We didn't want to be the ones to break it to him that the game is already out, so we let him continue.

"You marry that with the remote play experience that people can get on PlayStation 4, I think it's really still a great system for people. In terms of the focus of Worldwide Studios, I think you've clearly seen that's going to be more in terms of PlayStation 4 going forward now."

Pressing a little harder for an answer of what to expect this is what Denny replied:

"So, as you said, there'll be cross-play titles, there'll be titles that are going cross-platform as well. There's some big third-party titles still coming, and there's lots of great, innovative new indie titles coming digitally to the platform."

While Sony have given us a peak at one potential future of PlayStation 4 with the Project Morpheus prototype, Denny had little news to share about just how much of Worldwide Studios is focused on virtual reality at the moment.

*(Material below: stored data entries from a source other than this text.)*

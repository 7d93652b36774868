package org.feedernote.calc;

import static org.feedernote.formula.Formula.bind;

import java.util.ArrayList;
import java.util.List;
import java.util.Locale;
import java.util.Map;

import org.feedernote.data.ReferenceData;
import org.feedernote.formula.DemandFormulas;
import org.feedernote.formula.DesignCurrentFormulas;
import org.feedernote.formula.ImpedanceFormulas;
import org.feedernote.formula.TermFormulas;
import org.feedernote.formula.Units;
import org.feedernote.formula.VoltageDropFormulas;
import org.feedernote.model.*;
import org.feedernote.trace.Q;
import org.feedernote.trace.Trace;
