/**
 * `npm run gen -- --turns N --seed S [--out FILE] [--mb M]`: writes a deterministic sample log
 * (see extension/core/sample/generator.ts) to stdout or, atomically (temp file + rename), to FILE.
 */
import { Command, InvalidArgumentError } from 'commander';
import { createWriteStream, openSync, renameSync, rmSync, type WriteStream } from 'node:fs';
import { basename, dirname, join } from 'node:path';
import { GenerationalMemo } from '../core/cache/generational';
import { generateLog, type BudgetChoice, type GeneratorOptions, type ModelChoice } from '../core/sample/generator';
import { isEncodingName, loadEncoder, type Encoder, type EncodingName } from '../core/tokens/encoder';

function positiveInt(value: string): number {
  const n = Number(value);
  if (!Number.isInteger(n) || n < 0) throw new InvalidArgumentError('expected a non-negative integer');
  return n;
}
function positiveNumber(value: string): number {
  const n = Number(value);
  if (!Number.isFinite(n) || n <= 0) throw new InvalidArgumentError('expected a positive number');
  return n;
}
function rate(value: string): number {
  const n = Number(value);
  if (!Number.isFinite(n) || n < 0 || n > 1) throw new InvalidArgumentError('expected a number from 0 to 1');
  return n;
}

function budgetList(value: string): BudgetChoice[] {
  return value.split(',').map((item) => {
    const m = /^\s*(\d+)\/(\d+)\s*$/.exec(item);
    const window = Number(m?.[1]);
    const reserve = Number(m?.[2]);
    if (!m || window <= 0 || reserve >= window) throw new InvalidArgumentError(`expected WINDOW/RESERVE pairs with reserve < window, e.g. 4096/512,8192/1024 (got "${item}")`);
    return { window, reserve };
  });
}
function modelList(value: string): ModelChoice[] {
  return value.split(',').map((item) => {
    const [name, encoding, weight = '1'] = item.trim().split(':');
    if (!name || !encoding || !isEncodingName(encoding) || !(Number(weight) > 0))
      throw new InvalidArgumentError(`expected NAME:ENCODING[:WEIGHT] with encoding cl100k_base or o200k_base (got "${item}")`);
    return { name, encoding, weight: Number(weight) };
  });
}

interface GenFlags {
  budgets?: BudgetChoice[];
  models?: ModelChoice[];
  turns?: number;
  seed: number;
  out?: string;
  mb?: number;
  malformed: boolean;
  malformedRate?: number;
  usage: boolean;
  concurrency?: number;
  minTurns?: number;
  maxTurns?: number;
  progress: boolean;
}

/** Writes one chunk, waiting for the stream to drain (or fail) so memory stays bounded. */
function write(stream: NodeJS.WritableStream, chunk: string): Promise<void> | undefined {
  if (stream.write(chunk)) return undefined;
  return new Promise((resolve, reject) => {
    const onDrain = (): void => {
      stream.off('error', onError);
      resolve();
    };
    const onError = (err: Error): void => {
      stream.off('drain', onDrain);
      reject(err);
    };
    stream.once('drain', onDrain);
    stream.once('error', onError);
  });
}

async function run(flags: GenFlags): Promise<void> {
  const encoders = new Map<EncodingName, Encoder>();
  if (flags.usage) for (const name of ['o200k_base', 'cl100k_base'] as const) encoders.set(name, await loadEncoder(name));
  // History and passages repeat, so a bounded memo of counts keeps the usage figures cheap.
  const memo = new GenerationalMemo<string, number>(50_000);
  const count = (text: string, enc: EncodingName): number => memo.getOr(enc + '\u0000' + text, () => (encoders.get(enc) as Encoder).count(text));
  const maxBytes = flags.mb === undefined ? undefined : Math.round(flags.mb * 1024 * 1024);
  const options: GeneratorOptions = {
    seed: flags.seed,
    turns: flags.turns ?? (maxBytes === undefined ? 1000 : undefined),
    maxBytes,
    malformedRate: flags.malformed ? flags.malformedRate : 0,
    count: flags.usage ? count : undefined,
    concurrency: flags.concurrency,
    minTurns: flags.minTurns,
    maxTurns: flags.maxTurns,
    budgets: flags.budgets,
    models: flags.models,
  };

  let sink: NodeJS.WritableStream = process.stdout;
  let streamError: Error | undefined;
  let file: WriteStream | undefined;
  let temp: string | undefined;
  if (flags.out) {
    temp = join(dirname(flags.out), `.${basename(flags.out)}.${process.pid}.tmp`);
    // Open synchronously so an unwritable destination fails at once with a plain message.
    file = createWriteStream(temp, { fd: openSync(temp, 'w') });
    file.on('error', (err) => {
      streamError = err;
    });
    sink = file;
  }
  const cleanUp = (): void => {
    if (temp) rmSync(temp, { force: true });
  };
  // A closed pipe (e.g. `| head`) ends the run quietly.
  process.stdout.on('error', (err: NodeJS.ErrnoException) => {
    if (err.code === 'EPIPE') process.exit(0);
    throw err;
  });
  process.once('SIGINT', () => {
    cleanUp();
    process.exit(130);
  });

  const showProgress = flags.progress && (maxBytes === undefined || maxBytes >= 10 * 1024 * 1024 || (flags.turns ?? 0) >= 20_000);
  const started = Date.now();
  let bytes = 0;
  let lines = 0;
  let nextReport = 16 * 1024 * 1024;
  try {
    for (const line of generateLog(options)) {
      const chunk = line + '\n';
      bytes += Buffer.byteLength(chunk);
      lines++;
      const wait = write(sink, chunk);
      if (wait) await wait;
      if (streamError) throw streamError;
      if (showProgress && bytes >= nextReport) {
        nextReport += 16 * 1024 * 1024;
        const s = (Date.now() - started) / 1000;
        const target = maxBytes ? ` of ${(maxBytes / 1048576).toFixed(0)} MB` : '';
        process.stderr.write(`gen: ${(bytes / 1048576).toFixed(0)} MB${target}, ${lines} lines, ${(bytes / 1048576 / s).toFixed(1)} MB/s\n`);
      }
    }
    if (file && temp && flags.out) {
      const f = file;
      await new Promise<void>((resolve, reject) => f.end((err?: Error | null) => (err ? reject(err) : resolve())));
      renameSync(temp, flags.out);
      process.stderr.write(`gen: wrote ${lines} lines, ${(bytes / 1048576).toFixed(1)} MB to ${flags.out}\n`);
    }
  } catch (err) {
    cleanUp();
    throw err;
  }
}

const program = new Command('gen')
  .description('Write a deterministic sample Spillway log (format v1) with realistic repetition.')
  .requiredOption('--seed <n>', 'seed of the generator (same seed, same bytes)', positiveInt)
  .option('--turns <n>', 'number of lines (records) to write; default 1000, or unlimited with --mb', positiveInt)
  .option('--mb <m>', 'stop after about M megabytes (MiB)', positiveNumber)
  .option('--out <file>', 'write to FILE atomically (temp file beside it, then rename) instead of stdout')
  .option('--malformed-rate <p>', 'probability that a line is malformed (default 1/50000)', rate)
  .option('--no-malformed', 'write no malformed lines')
  .option('--no-usage', 'write no API-style usage (skips token counting; faster)')
  .option('--concurrency <n>', 'conversations open at once (records interleave)', positiveInt)
  .option('--min-turns <n>', 'fewest turns per conversation (default 3)', positiveInt)
  .option('--max-turns <n>', 'most turns per conversation (default 40)', positiveInt)
  .option('--budgets <list>', 'window/reserve choices, e.g. 2048/512,4096/512,8192/1024,16384/2048 (the default)', budgetList)
  .option('--models <list>', 'model choices NAME:ENCODING[:WEIGHT], e.g. gpt-4o-mini:o200k_base:6,gpt-4o:o200k_base:2,gpt-4:cl100k_base:2 (the default)', modelList)
  .option('--no-progress', 'no progress lines on stderr')
  // Usage errors exit 2 (as the spillway CLI does); --help exits 0.
  .exitOverride((err) => process.exit(err.exitCode === 0 ? 0 : 2))
  .action(async (flags: GenFlags) => {
    try {
      await run(flags);
    } catch (err) {
      process.stderr.write(`gen: ${(err as Error).message}\n`);
      process.exitCode = 2;
    }
  });

program.parseAsync(process.argv).catch((err: unknown) => {
  process.stderr.write(`gen: ${(err as Error).message}\n`);
  process.exitCode = 2;
});
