/** CLI I/O: streaming file input, atomic output beside the target, exit codes. */
import { createReadStream, createWriteStream, mkdirSync, promises as fsp, statSync, type WriteStream } from 'node:fs';
import { basename, dirname, join, resolve } from 'node:path';
import { randomBytes } from 'node:crypto';
import { once } from 'node:events';

export const EXIT = { ok: 0, threshold: 1, usage: 2 } as const;

/** An error that ends the CLI with exit code 2 and a one-line reason. */
export class UsageError extends Error {}

export async function openLog(path: string): Promise<{ chunks: AsyncIterable<Uint8Array>; size: number }> {
  let size: number;
  try {
    const st = await fsp.stat(path);
    if (!st.isFile()) throw new UsageError(`${path} is not a file`);
    size = st.size;
    await fsp.access(path);
  } catch (e) {
    if (e instanceof UsageError) throw e;
    throw new UsageError(`cannot read ${path}: ${(e as NodeJS.ErrnoException).code ?? (e as Error).message}`);
  }
  return { chunks: fileChunks(path), size };
}

/** The file's bytes in 1 MiB chunks. It is opened only when reading starts: the parallel audit's workers read the file themselves. */
async function* fileChunks(path: string): AsyncGenerator<Uint8Array> {
  yield* createReadStream(path, { highWaterMark: 1 << 20 }) as AsyncIterable<Uint8Array>;
}

/**
 * A writer that lands atomically: it writes a temp file in the target's folder and renames it over
 * the target only on `commit()`; `abort()` removes the temp file, so a cancelled run leaves nothing.
 */
export interface AtomicWriter {
  write(s: string): Promise<void>;
  /** Queues without waiting (the stream keeps order); for synchronous callbacks. */
  push(s: string | Uint8Array): void;
  commit(): Promise<void>;
  abort(): Promise<void>;
}

export function atomicWriter(target: string): AtomicWriter {
  const abs = resolve(target);
  // A device or pipe (/dev/null, /dev/stdout, a FIFO) is written in place: renaming over it would replace it.
  let special = false;
  try {
    special = !statSync(abs).isFile();
  } catch {
    special = false;
  }
  if (special) return streamWriter(createWriteStream(abs, { flags: 'a' }));
  mkdirSync(dirname(abs), { recursive: true });
  const tmp = join(dirname(abs), `.${basename(abs)}.${randomBytes(6).toString('hex')}.tmp`);
  const base = streamWriter(createWriteStream(tmp, { flags: 'wx' }));
  return {
    ...base,
    async commit() {
      await base.commit();
      await fsp.rename(tmp, abs);
    },
    async abort() {
      await base.abort().catch(() => undefined);
      await fsp.rm(tmp, { force: true });
    },
  };
}

function streamWriter(out: WriteStream): AtomicWriter {
  const close = async (): Promise<void> => {
    if (out.closed) return;
    out.end();
    await once(out, 'close');
  };
  return {
    async write(s) {
      if (!out.write(s)) await once(out, 'drain');
    },
    push(s) {
      out.write(s);
    },
    commit: close,
    abort: close,
  };
}

/** A writer to stdout with the same interface (commit/abort are no-ops). */
export function stdoutWriter(): AtomicWriter {
  return {
    async write(s) {
      if (!process.stdout.write(s)) await once(process.stdout, 'drain');
    },
    push(s) {
      process.stdout.write(s);
    },
    async commit() {},
    async abort() {},
  };
}

/** Refuses to write over the input or (without force) an existing file. */
export async function checkOutputPath(out: string, input: string, force: boolean): Promise<void> {
  if (resolve(out) === resolve(input)) throw new UsageError(`refusing to write over the input ${input}`);
  if (!force) {
    const exists = await fsp
      .access(out)
      .then(() => true)
      .catch(() => false);
    if (exists) throw new UsageError(`${out} exists; pass --force to replace it`);
  }
}

/** Parses a token amount: `8192`, `8k` (= 8 × 1024, the usual way context windows are named), `1m`. */
export function parseTokens(s: string, what: string): number {
  const m = /^(\d+)([kKmM]?)$/.exec(s.trim());
  if (!m) throw new UsageError(`${what} must be a whole number of tokens like 8192 or 8k, got "${s}"`);
  const mult = m[2] === '' ? 1 : /k/i.test(m[2]!) ? 1024 : 1024 * 1024;
  const v = Number(m[1]) * mult;
  if (!Number.isSafeInteger(v)) throw new UsageError(`${what} is too large: ${s}`);
  return v;
}

/** The first lines of a file (at most `bytes` bytes read), for cheap format recognition. */
export async function headLines(path: string, bytes = 64 * 1024): Promise<string[]> {
  const fh = await fsp.open(path, 'r');
  try {
    const buf = Buffer.alloc(bytes);
    const { bytesRead } = await fh.read(buf, 0, bytes, 0);
    return buf.subarray(0, bytesRead).toString('utf8').split('\n').slice(0, 8);
  } finally {
    await fh.close();
  }
}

"Two of the demos that we show, with the Luge and with The Deep, are from Worldwide Studios, our London studio and it's super exciting to be working on Morpheus. It is a new experience, it is something that's going to take the experience forward and that's all we want to do at PlayStation. If there is something new and exciting out there we want to be in it and make it work great for PlayStation to the highest quality that we can and give that to the fans."

An audience with Sony's Michael Denny
Project Morpheus

We also asked Denny about the Shadow of the Beast reboot that was announced at Gamescom last year, but he simply had "No update on that".

In summary Denny gave his views on the upcoming six months for PlayStation.

"Over the next six months some massive titles coming out for us, you know when we're talking about Bloodborne, The Order, Driveclub, Singstar, Little Big Planet 3, and again looking into next year I think we've announced 7-8 exclusive titles with Uncharted 4 coming next year as well so some massive titles. And again if you buy into PlayStation 4 you can just see from what we showed at the press conference last night [last week] that we're not only getting the big titles, but that there's going to be lots of innovation as well."